For new residential developments of 5 or more units, or new non-residential buildings over a threshold (e.g., 10,000 sq ft), require submission of a life-cycle assessment (LCA) covering product stage + construction phases (materials, energy use, waste) or an Environmental Product Declaration (Type III EPD) for the building materials used.
Use the framework to set a baseline (2020) for carbon intensity, and track reductions in subsequent projects.
Important Deadlines
AB 2446 was signed into law in 2022.
The state agency California Air Resources Board (CARB) must develop and publish the measurement & reporting framework by July 1, 2025.
The law sets a target of a 40% net reduction in the carbon intensity of building materials by 2035, relative to the 2020 baseline.
For a larger ambition, the law aims for an 80% net reduction by 2045, with interim goals: 20% reduction by 2030 and 40% by 2035 (per one version of the proposal).
Current Status
AB 2446 is fully enacted (signed into law in 2022).
As of 2025, CARB is actively working on the required framework to define baseline, LCA methodologies, EPD requirements, and reporting mechanisms.
The law shifts California’s building and construction sector toward embodied-carbon measurement, aligning with broader climate and sustainability goals for buildings.
Penalties for Non-Compliance
The statute itself does not specify detailed penalty amounts; compliance obligations are structural (framework, reporting, LCA/EPD) rather than fee-based.
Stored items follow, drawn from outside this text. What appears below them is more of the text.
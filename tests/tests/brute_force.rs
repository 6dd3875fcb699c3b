//! The plainest way to do it: the textbook's formulas by the machine's own functions, every value stored, a sort. Slow, and
//! independent of how the engine works.

#![expect(clippy::disallowed_methods, reason = "an independent computation uses the machine's own functions")]

use std::fmt::Write as _;

use neap_engine::math::normal_quantile;
use neap_engine::run::PatientBlock;
use neap_engine::scenario::Role;
use neap_tests::{patients, plan, run, scenario};

/// What a unit dose leaves in the central compartment, per litre: a sum of exponentials with these coefficients and rates.
struct Disposition {
    terms: Vec<(f64, f64)>,
}

impl Disposition {
    fn one(clearance: f64, volume: f64) -> Self {
        Self { terms: vec![(1.0 / volume, clearance / volume)] }
    }

    /// The textbook's two-compartment model: rates are the roots of a quadratic.
    fn two(clearance: f64, central: f64, exchange: f64, peripheral: f64) -> Self {
        let (k10, k12, k21) = (clearance / central, exchange / central, exchange / peripheral);
        let sum = k10 + k12 + k21;
        let root = (sum * sum - 4.0 * k10 * k21).sqrt();
        let (alpha, beta) = (0.5 * (sum + root), 0.5 * (sum - root));
        let fast = (alpha - k21) / (alpha - beta) / central;
        let slow = (k21 - beta) / (alpha - beta) / central;
        Self { terms: vec![(fast, alpha), (slow, beta)] }
    }

    fn sum(&self, of: impl Fn(f64) -> f64) -> f64 {
        self.terms.iter().map(|&(coefficient, rate)| coefficient * of(rate)).sum()
    }

    fn bolus(&self, t: f64) -> f64 {
        if t < 0.0 { 0.0 } else { self.sum(|k| (-k * t).exp()) }
    }

    /// At a constant rate over `length`.
    fn infusion(&self, length: f64, t: f64) -> f64 {
        if t <= 0.0 {
            return 0.0;
        }
        let ran = t.min(length);
        self.sum(|k| -(-k * ran).exp_m1() / (length * k) * (-k * (t - ran)).exp())
    }

    /// By mouth; the rates must be apart.
    fn oral(&self, ka: f64, t: f64) -> f64 {
        if t <= 0.0 { 0.0 } else { self.sum(|k| ka / (ka - k) * ((-k * t).exp() - (-ka * t).exp())) }
    }
}

const N: usize = 20_011;

const POPULATION: &str = r#"
[population.weight]
distribution = "lognormal"
mean = "75 kg"
cv = "20 %"
limits = ["40 kg", "140 kg"]

[population.sex]
distribution = "categories"
proportions = { female = 0.5, male = 0.5 }

[population.age]
distribution = "uniform"
from = "18 a"
to = "80 a"
"#;

const COMMON: &str = r#"
[drug.parameter.absorption_rate]
typical = "1.5 /h"
cv = "30 %"
[drug.parameter.lag_time]
typical = "0.4 h"
cv = "30 %"
[drug.parameter.bioavailability]
typical = "80 %"
varies = "logit-normal"
logit_sd = 0.5
"#;

const ONE: &str = r#"
[drug]
name = "invented"
model = "one-compartment"
[drug.parameter.clearance]
typical = "5 L/h"
cv = "30 %"
scale = [{ covariate = "weight", reference = "70 kg", exponent = 0.75 }]
[drug.parameter.volume]
typical = "40 L"
cv = "20 %"
[[drug.correlation]]
between = ["clearance", "volume"]
value = 0.5
"#;

const TWO: &str = r#"
[drug]
name = "invented"
model = "two-compartment"
[drug.parameter.clearance]
typical = "5 L/h"
cv = "30 %"
scale = [{ covariate = "weight", reference = "70 kg", exponent = 0.75 }]
[drug.parameter.central_volume]
typical = "20 L"
cv = "20 %"
[drug.parameter.intercompartmental_clearance]
typical = "9 L/h"
cv = "25 %"
[drug.parameter.peripheral_volume]
typical = "45 L"
cv = "30 %"
[[drug.correlation]]
between = ["clearance", "central_volume"]
value = 0.5
"#;

const ARMS: &str = r#"
[[arm]]
name = "by mouth"
[[arm.dose]]
amount = "500 mg"
route = "oral"
every = "12 h"
count = 3
[[arm.dose]]
amount = "150 mg"
route = "oral"
at = ["1 h", "1.25 h", "20 h", "40 h"]

[[arm]]
name = "into blood"
[[arm.dose]]
amount = "3 mg/kg"
per = "weight"
route = "bolus"
first_at = "1 h"
[[arm.dose]]
amount = "400 mg"
route = "infusion"
over = "4 h"
first_at = "2 h"
every = "3 h"
count = 5
[window]
low = "2 mg/L"
high = "6 mg/L"
[output]
times = ["0 h", "1 h", "1.5 h", "2 h", "2.5 h", "3 h", "7 h", "12 h", "12.2 h", "24 h", "36 h", "47 h"]
percentiles = [1, 5, 25, 50, 75, 95, 99.5]
"#;

/// Percentiles and shares by sorting every value.
///
/// The differences of exponentials above cancel where two rates are close: with rates a thousandth apart, true of all but a
/// handful of these draws, they keep 1e-12 relative; percentiles are compared at 1e-9. A count differs only where a value lies
/// within 1e-12 of an edge of the window, a coincidence of one in 10^6 for all these values together.
fn compare(drug: &str, disposition: impl Fn(&dyn Fn(Role) -> f64) -> Disposition) {
    let head = format!("neap = 1\n[population]\nsize = {N}\nseed = 11\n");
    let text = [&head, POPULATION, drug, COMMON, ARMS].concat();
    let plan = plan(scenario(&text));
    let results = run(&text);
    let all = patients(&plan);
    let bodies: Vec<Disposition> =
        (0..N).map(|i| disposition(&|role| all.parameters[plan.individuals.index(role).unwrap()][i])).collect();
    let column = |role: Role| &all.parameters[plan.individuals.index(role).expect("the drug has it")];
    let (ka, lag, fraction) = (column(Role::AbsorptionRate), column(Role::LagTime), column(Role::Bioavailability));
    let weight = &all.covariates[0];
    for (arm, found) in results.arms.iter().enumerate() {
        for at in &found.times {
            let t = at.time_h;
            let value = |i: usize| {
                let body = &bodies[i];
                if arm == 0 {
                    let swallowed = |amount: f64, times: &[f64]| {
                        times.iter().map(|dose| amount * fraction[i] * body.oral(ka[i], t - dose - lag[i])).sum::<f64>()
                    };
                    return swallowed(500.0, &[0.0, 12.0, 24.0]) + swallowed(150.0, &[1.0, 1.25, 20.0, 40.0]);
                }
                let infused = [2.0, 5.0, 8.0, 11.0, 14.0].map(|start| 400.0 * body.infusion(4.0, t - start));
                3.0 * weight[i] * body.bolus(t - 1.0) + infused.iter().sum::<f64>()
            };
            let mut values: Vec<f64> = (0..N).map(value).collect();
            values.sort_by(f64::total_cmp);
            for band in &at.bands {
                let place = (N - 1) as f64 * band.percentile / 100.0;
                let low = place.floor() as usize;
                let expected = values[low] + (place - low as f64) * (values[(low + 1).min(N - 1)] - values[low]);
                assert!(
                    (band.value - expected).abs() <= 1e-9 * expected,
                    "{} at {t} h, percentile {}: {} for {expected}",
                    found.name,
                    band.percentile,
                    band.value
                );
            }
            let shares = at.shares.expect("there is a window");
            let count = |test: fn(f64) -> bool| values.iter().filter(|&&value| test(value)).count() as u64;
            let counted = [count(|c| c < 2.0), count(|c| (2.0..=6.0).contains(&c)), count(|c| c > 6.0)];
            assert_eq!([shares.below, shares.within, shares.above], counted, "{} at {t} h", found.name);
        }
    }
}

#[test]
fn one_compartment_by_sorting_every_value() {
    compare(ONE, |of| Disposition::one(of(Role::Clearance), of(Role::CentralVolume)));
}

#[test]
fn two_compartments_by_sorting_every_value() {
    compare(TWO, |of| {
        Disposition::two(
            of(Role::Clearance),
            of(Role::CentralVolume),
            of(Role::IntercompartmentalClearance),
            of(Role::PeripheralVolume),
        )
    });
}

/// The parameters of a one-compartment drug whose clearance is described so.
fn drawn(clearance: &str, size: usize) -> PatientBlock {
    let mut text = format!("neap = 1\n[population]\nsize = {size}\nseed = 23\n{POPULATION}");
    let _ = write!(
        text,
        "[drug]\nname = \"invented\"\nmodel = \"one-compartment\"\n[drug.parameter.clearance]\n{clearance}\n\
         [drug.parameter.volume]\ntypical = \"40 L\"\n[[arm]]\nname = \"only\"\n[[arm.dose]]\namount = \"1 mg\"\n\
         route = \"bolus\"\n[output]\ntimes = [\"0 h\"]\n"
    );
    patients(&plan(scenario(&text)))
}

/// Every effect of a covariate is its formula: `(typical + additive terms) x factors`. A few roundings, and the exponential of
/// an argument below 3: 1e-14 relative.
#[test]
fn covariate_effects_are_their_formulas() {
    let all = drawn(
        "typical = \"5 L/h\"\nplus = [{ covariate = \"age\", slope = \"0.03 L/h/a\" }]\nscale = [\
         { covariate = \"weight\", reference = \"70 kg\", exponent = 0.75 },\
         { covariate = \"age\", reference = \"40 a\", rate = \"-0.01 /a\" },\
         { covariate = \"sex\", is = \"male\", times = 1.2 },\
         { covariate = \"weight\", reference = \"80 kg\", slope = \"0.002 /kg\" }]",
        5000,
    );
    let [weight, sex, age] = [&all.covariates[0], &all.covariates[1], &all.covariates[2]];
    for i in 0..all.count {
        let factors = (weight[i] / 70.0).powf(0.75)
            * (-0.01 * (age[i] - 40.0)).exp()
            * if sex[i] == 1.0 { 1.2 } else { 1.0 }
            * (1.0 + 0.002 * (weight[i] - 80.0));
        let expected = (5.0 + 0.03 * age[i]) * factors;
        let got = all.parameters[0][i];
        assert!((got - expected).abs() <= 1e-14 * expected, "patient {}: {got} for {expected}", i + 1);
    }
}

/// Two-sided normal deviate that a standard normal number leaves with probability 1e-6 (`scipy.stats.norm.isf(5e-7)`).
const ONE_IN_A_MILLION: f64 = 4.891_638_475_699_9;

/// Sampled percentiles lie between the quantiles at `p -+ z sqrt(p (1 - p) / n)`, false-alarm rate 1e-6 each.
fn percentiles(what: &str, mut values: Vec<f64>, quantile: impl Fn(f64) -> f64) {
    values.sort_by(f64::total_cmp);
    let n = values.len() as f64;
    for p in [0.01, 0.1, 0.25, 0.5, 0.75, 0.9, 0.99] {
        let half = ONE_IN_A_MILLION * (p * (1.0f64 - p) / n).sqrt() + 1.0 / n;
        let (low, high) = (quantile((p - half).max(0.0)), quantile(p + half));
        let got = values[(p * (n - 1.0)).round() as usize];
        assert!((low..=high).contains(&got), "{what}: percentile {} is {got}, not {low} to {high}", 100.0 * p);
    }
}

/// Normal, log-normal and logit-normal variability, with and without limits, against quantiles written out here. `between`
/// is the distribution function's value at the limits, by Simpson's rule on the density.
#[test]
fn parameters_vary_as_they_are_said_to() {
    const SIZE: usize = 100_000;
    let density = |z: f64| (-0.5 * z * z).exp() / (2.0 * std::f64::consts::PI).sqrt();
    let below = |z: f64| {
        let (steps, start) = (4000, -10.0);
        let h = (z - start) / f64::from(steps);
        let inner: f64 =
            (1..steps).map(|i| density(start + f64::from(i) * h) * if i % 2 == 1 { 4.0 } else { 2.0 }).sum();
        h / 3.0 * (density(start) + density(z) + inner)
    };
    let within = |low: f64, high: f64| {
        let (low, high) = (below(low), below(high));
        move |p: f64| normal_quantile(low + p * (high - low))
    };

    let values = drawn("typical = \"5 L/h\"\ncv = \"40 %\"", SIZE).parameters.swap_remove(0);
    let log_sd = (1.0f64 + 0.16).ln().sqrt();
    percentiles("log-normal", values, |p| 5.0 * (log_sd * normal_quantile(p)).exp());

    let values =
        drawn("typical = \"5 L/h\"\nlog_sd = 0.5\nlimits = [\"3 L/h\", \"7 L/h\"]", SIZE).parameters.swap_remove(0);
    assert!(values.iter().all(|value| (3.0..=7.0).contains(value)));
    let inside = within((3.0f64 / 5.0).ln() / 0.5, (7.0f64 / 5.0).ln() / 0.5);
    percentiles("log-normal within limits", values, |p| 5.0 * (0.5 * inside(p)).exp());

    let normal = "typical = \"5 L/h\"\nvaries = \"normal\"\ncv = \"30 %\"\nlimits = [\"2 L/h\", \"9 L/h\"]";
    let values = drawn(normal, SIZE).parameters.swap_remove(0);
    assert!(values.iter().all(|value| (2.0..=9.0).contains(value)));
    let inside = within(-2.0, 4.0 / 1.5);
    percentiles("normal within limits", values, |p| 5.0 + 1.5 * inside(p));
}

/// Bioavailability on the logit scale.
#[test]
fn fractions_vary_on_the_logit_scale() {
    let text = "neap = 1\n[population]\nsize = 100000\nseed = 29\n[drug]\nname = \"invented\"\nmodel = \"one-compartment\"\n\
         [drug.parameter.clearance]\ntypical = \"5 L/h\"\n[drug.parameter.volume]\ntypical = \"40 L\"\n\
         [drug.parameter.absorption_rate]\ntypical = \"1 /h\"\n[drug.parameter.bioavailability]\ntypical = \"70 %\"\n\
         varies = \"logit-normal\"\nlogit_sd = 0.8\n[[arm]]\nname = \"only\"\n[[arm.dose]]\namount = \"1 mg\"\n\
         route = \"oral\"\n[output]\ntimes = [\"1 h\"]\n";
    let values = patients(&plan(scenario(text))).parameters.swap_remove(3);
    assert!(values.iter().all(|value| *value > 0.0 && *value < 1.0));
    percentiles("logit-normal", values, |p| {
        let logit = (0.7f64 / 0.3).ln() + 0.8 * normal_quantile(p);
        1.0 / (1.0 + (-logit).exp())
    });
}

/// `between_subject = false`: everyone is typical for their covariates.
#[test]
fn without_variability_everyone_is_typical() {
    let text = format!(
        "neap = 1\n[population]\nsize = 3000\nseed = 11\n{POPULATION}{ONE}{COMMON}{ARMS}[variability]\nbetween_subject = false\n"
    );
    let all = patients(&plan(scenario(&text)));
    for i in 0..all.count {
        let expected = 5.0 * (all.covariates[0][i] / 70.0).powf(0.75);
        assert!((all.parameters[0][i] - expected).abs() <= 1e-14 * expected);
        assert_eq!(all.parameters[1][i], 40.0);
        assert!((all.parameters[4][i] - 0.8).abs() < 1e-15);
    }
}

/// What enters 100,000 h into a study, read three seconds later, is what enters at its beginning, read three seconds later. The lag
/// itself is a rounded number: three seconds after 0.1 h that is worth 2e-14, and 1e-10 is promised.
#[test]
fn a_lag_late_in_a_study_keeps_its_digits() {
    let concentration = |dose: &str, time: &str| {
        let text = format!(
            "neap = 1\n[population]\nsize = 1\nseed = 1\n[drug]\nname = \"invented\"\nmodel = \"two-compartment\"\n\
             [drug.parameter.clearance]\ntypical = \"5 L/h\"\n[drug.parameter.central_volume]\ntypical = \"40 L\"\n\
             [drug.parameter.intercompartmental_clearance]\ntypical = \"8 L/h\"\n\
             [drug.parameter.peripheral_volume]\ntypical = \"60 L\"\n[drug.parameter.absorption_rate]\n\
             typical = \"1.1 /h\"\n[drug.parameter.lag_time]\ntypical = \"0.1 h\"\n[[arm]]\nname = \"only\"\n\
             [[arm.dose]]\namount = \"100 mg\"\nroute = \"oral\"\nfirst_at = \"{dose} h\"\n[output]\n\
             times = [\"{time} h\"]\npercentiles = [50]\n"
        );
        run(&text).arms[0].times[0].bands[0].value
    };
    // Closed form for so short a time t: ka D t / V (1 - (ka + (CL + Q) / V) t / 2), whose next term is below 1e-6 of it.
    let t: f64 = 0.0008;
    let near = 1.1 * 100.0 * t / 40.0 * (1.0 - (1.1 + 13.0 / 40.0) * t / 2.0);
    let early = concentration("0", "0.1008");
    assert!((early - near).abs() < 1e-6 * near, "{early} against {near}");
    for (dose, time) in [("100000", "100000.1008"), ("99999.7", "99999.8008")] {
        let late = concentration(dose, time);
        assert!((late - early).abs() <= 1e-12 * early, "dose at {dose} h: {late} against {early}");
    }
}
Projects failing to provide required LCA/EPD data when required may be subject to regulatory refusal or delays in permitting, once the framework is active.
Non-compliance could affect eligibility for state building permits or public procurement contracts that reference embodied-carbon compliance.
Examples of Known Violations
As of 2025, no publicly documented enforcement actions or sanctions under AB 2446 are available, the framework is still being developed, and the first LCA/EPD requirements have not yet come into force.
Stakeholders anticipate that the first compliance obligations will begin after CARB issues the formal guidelines in 2025–2026.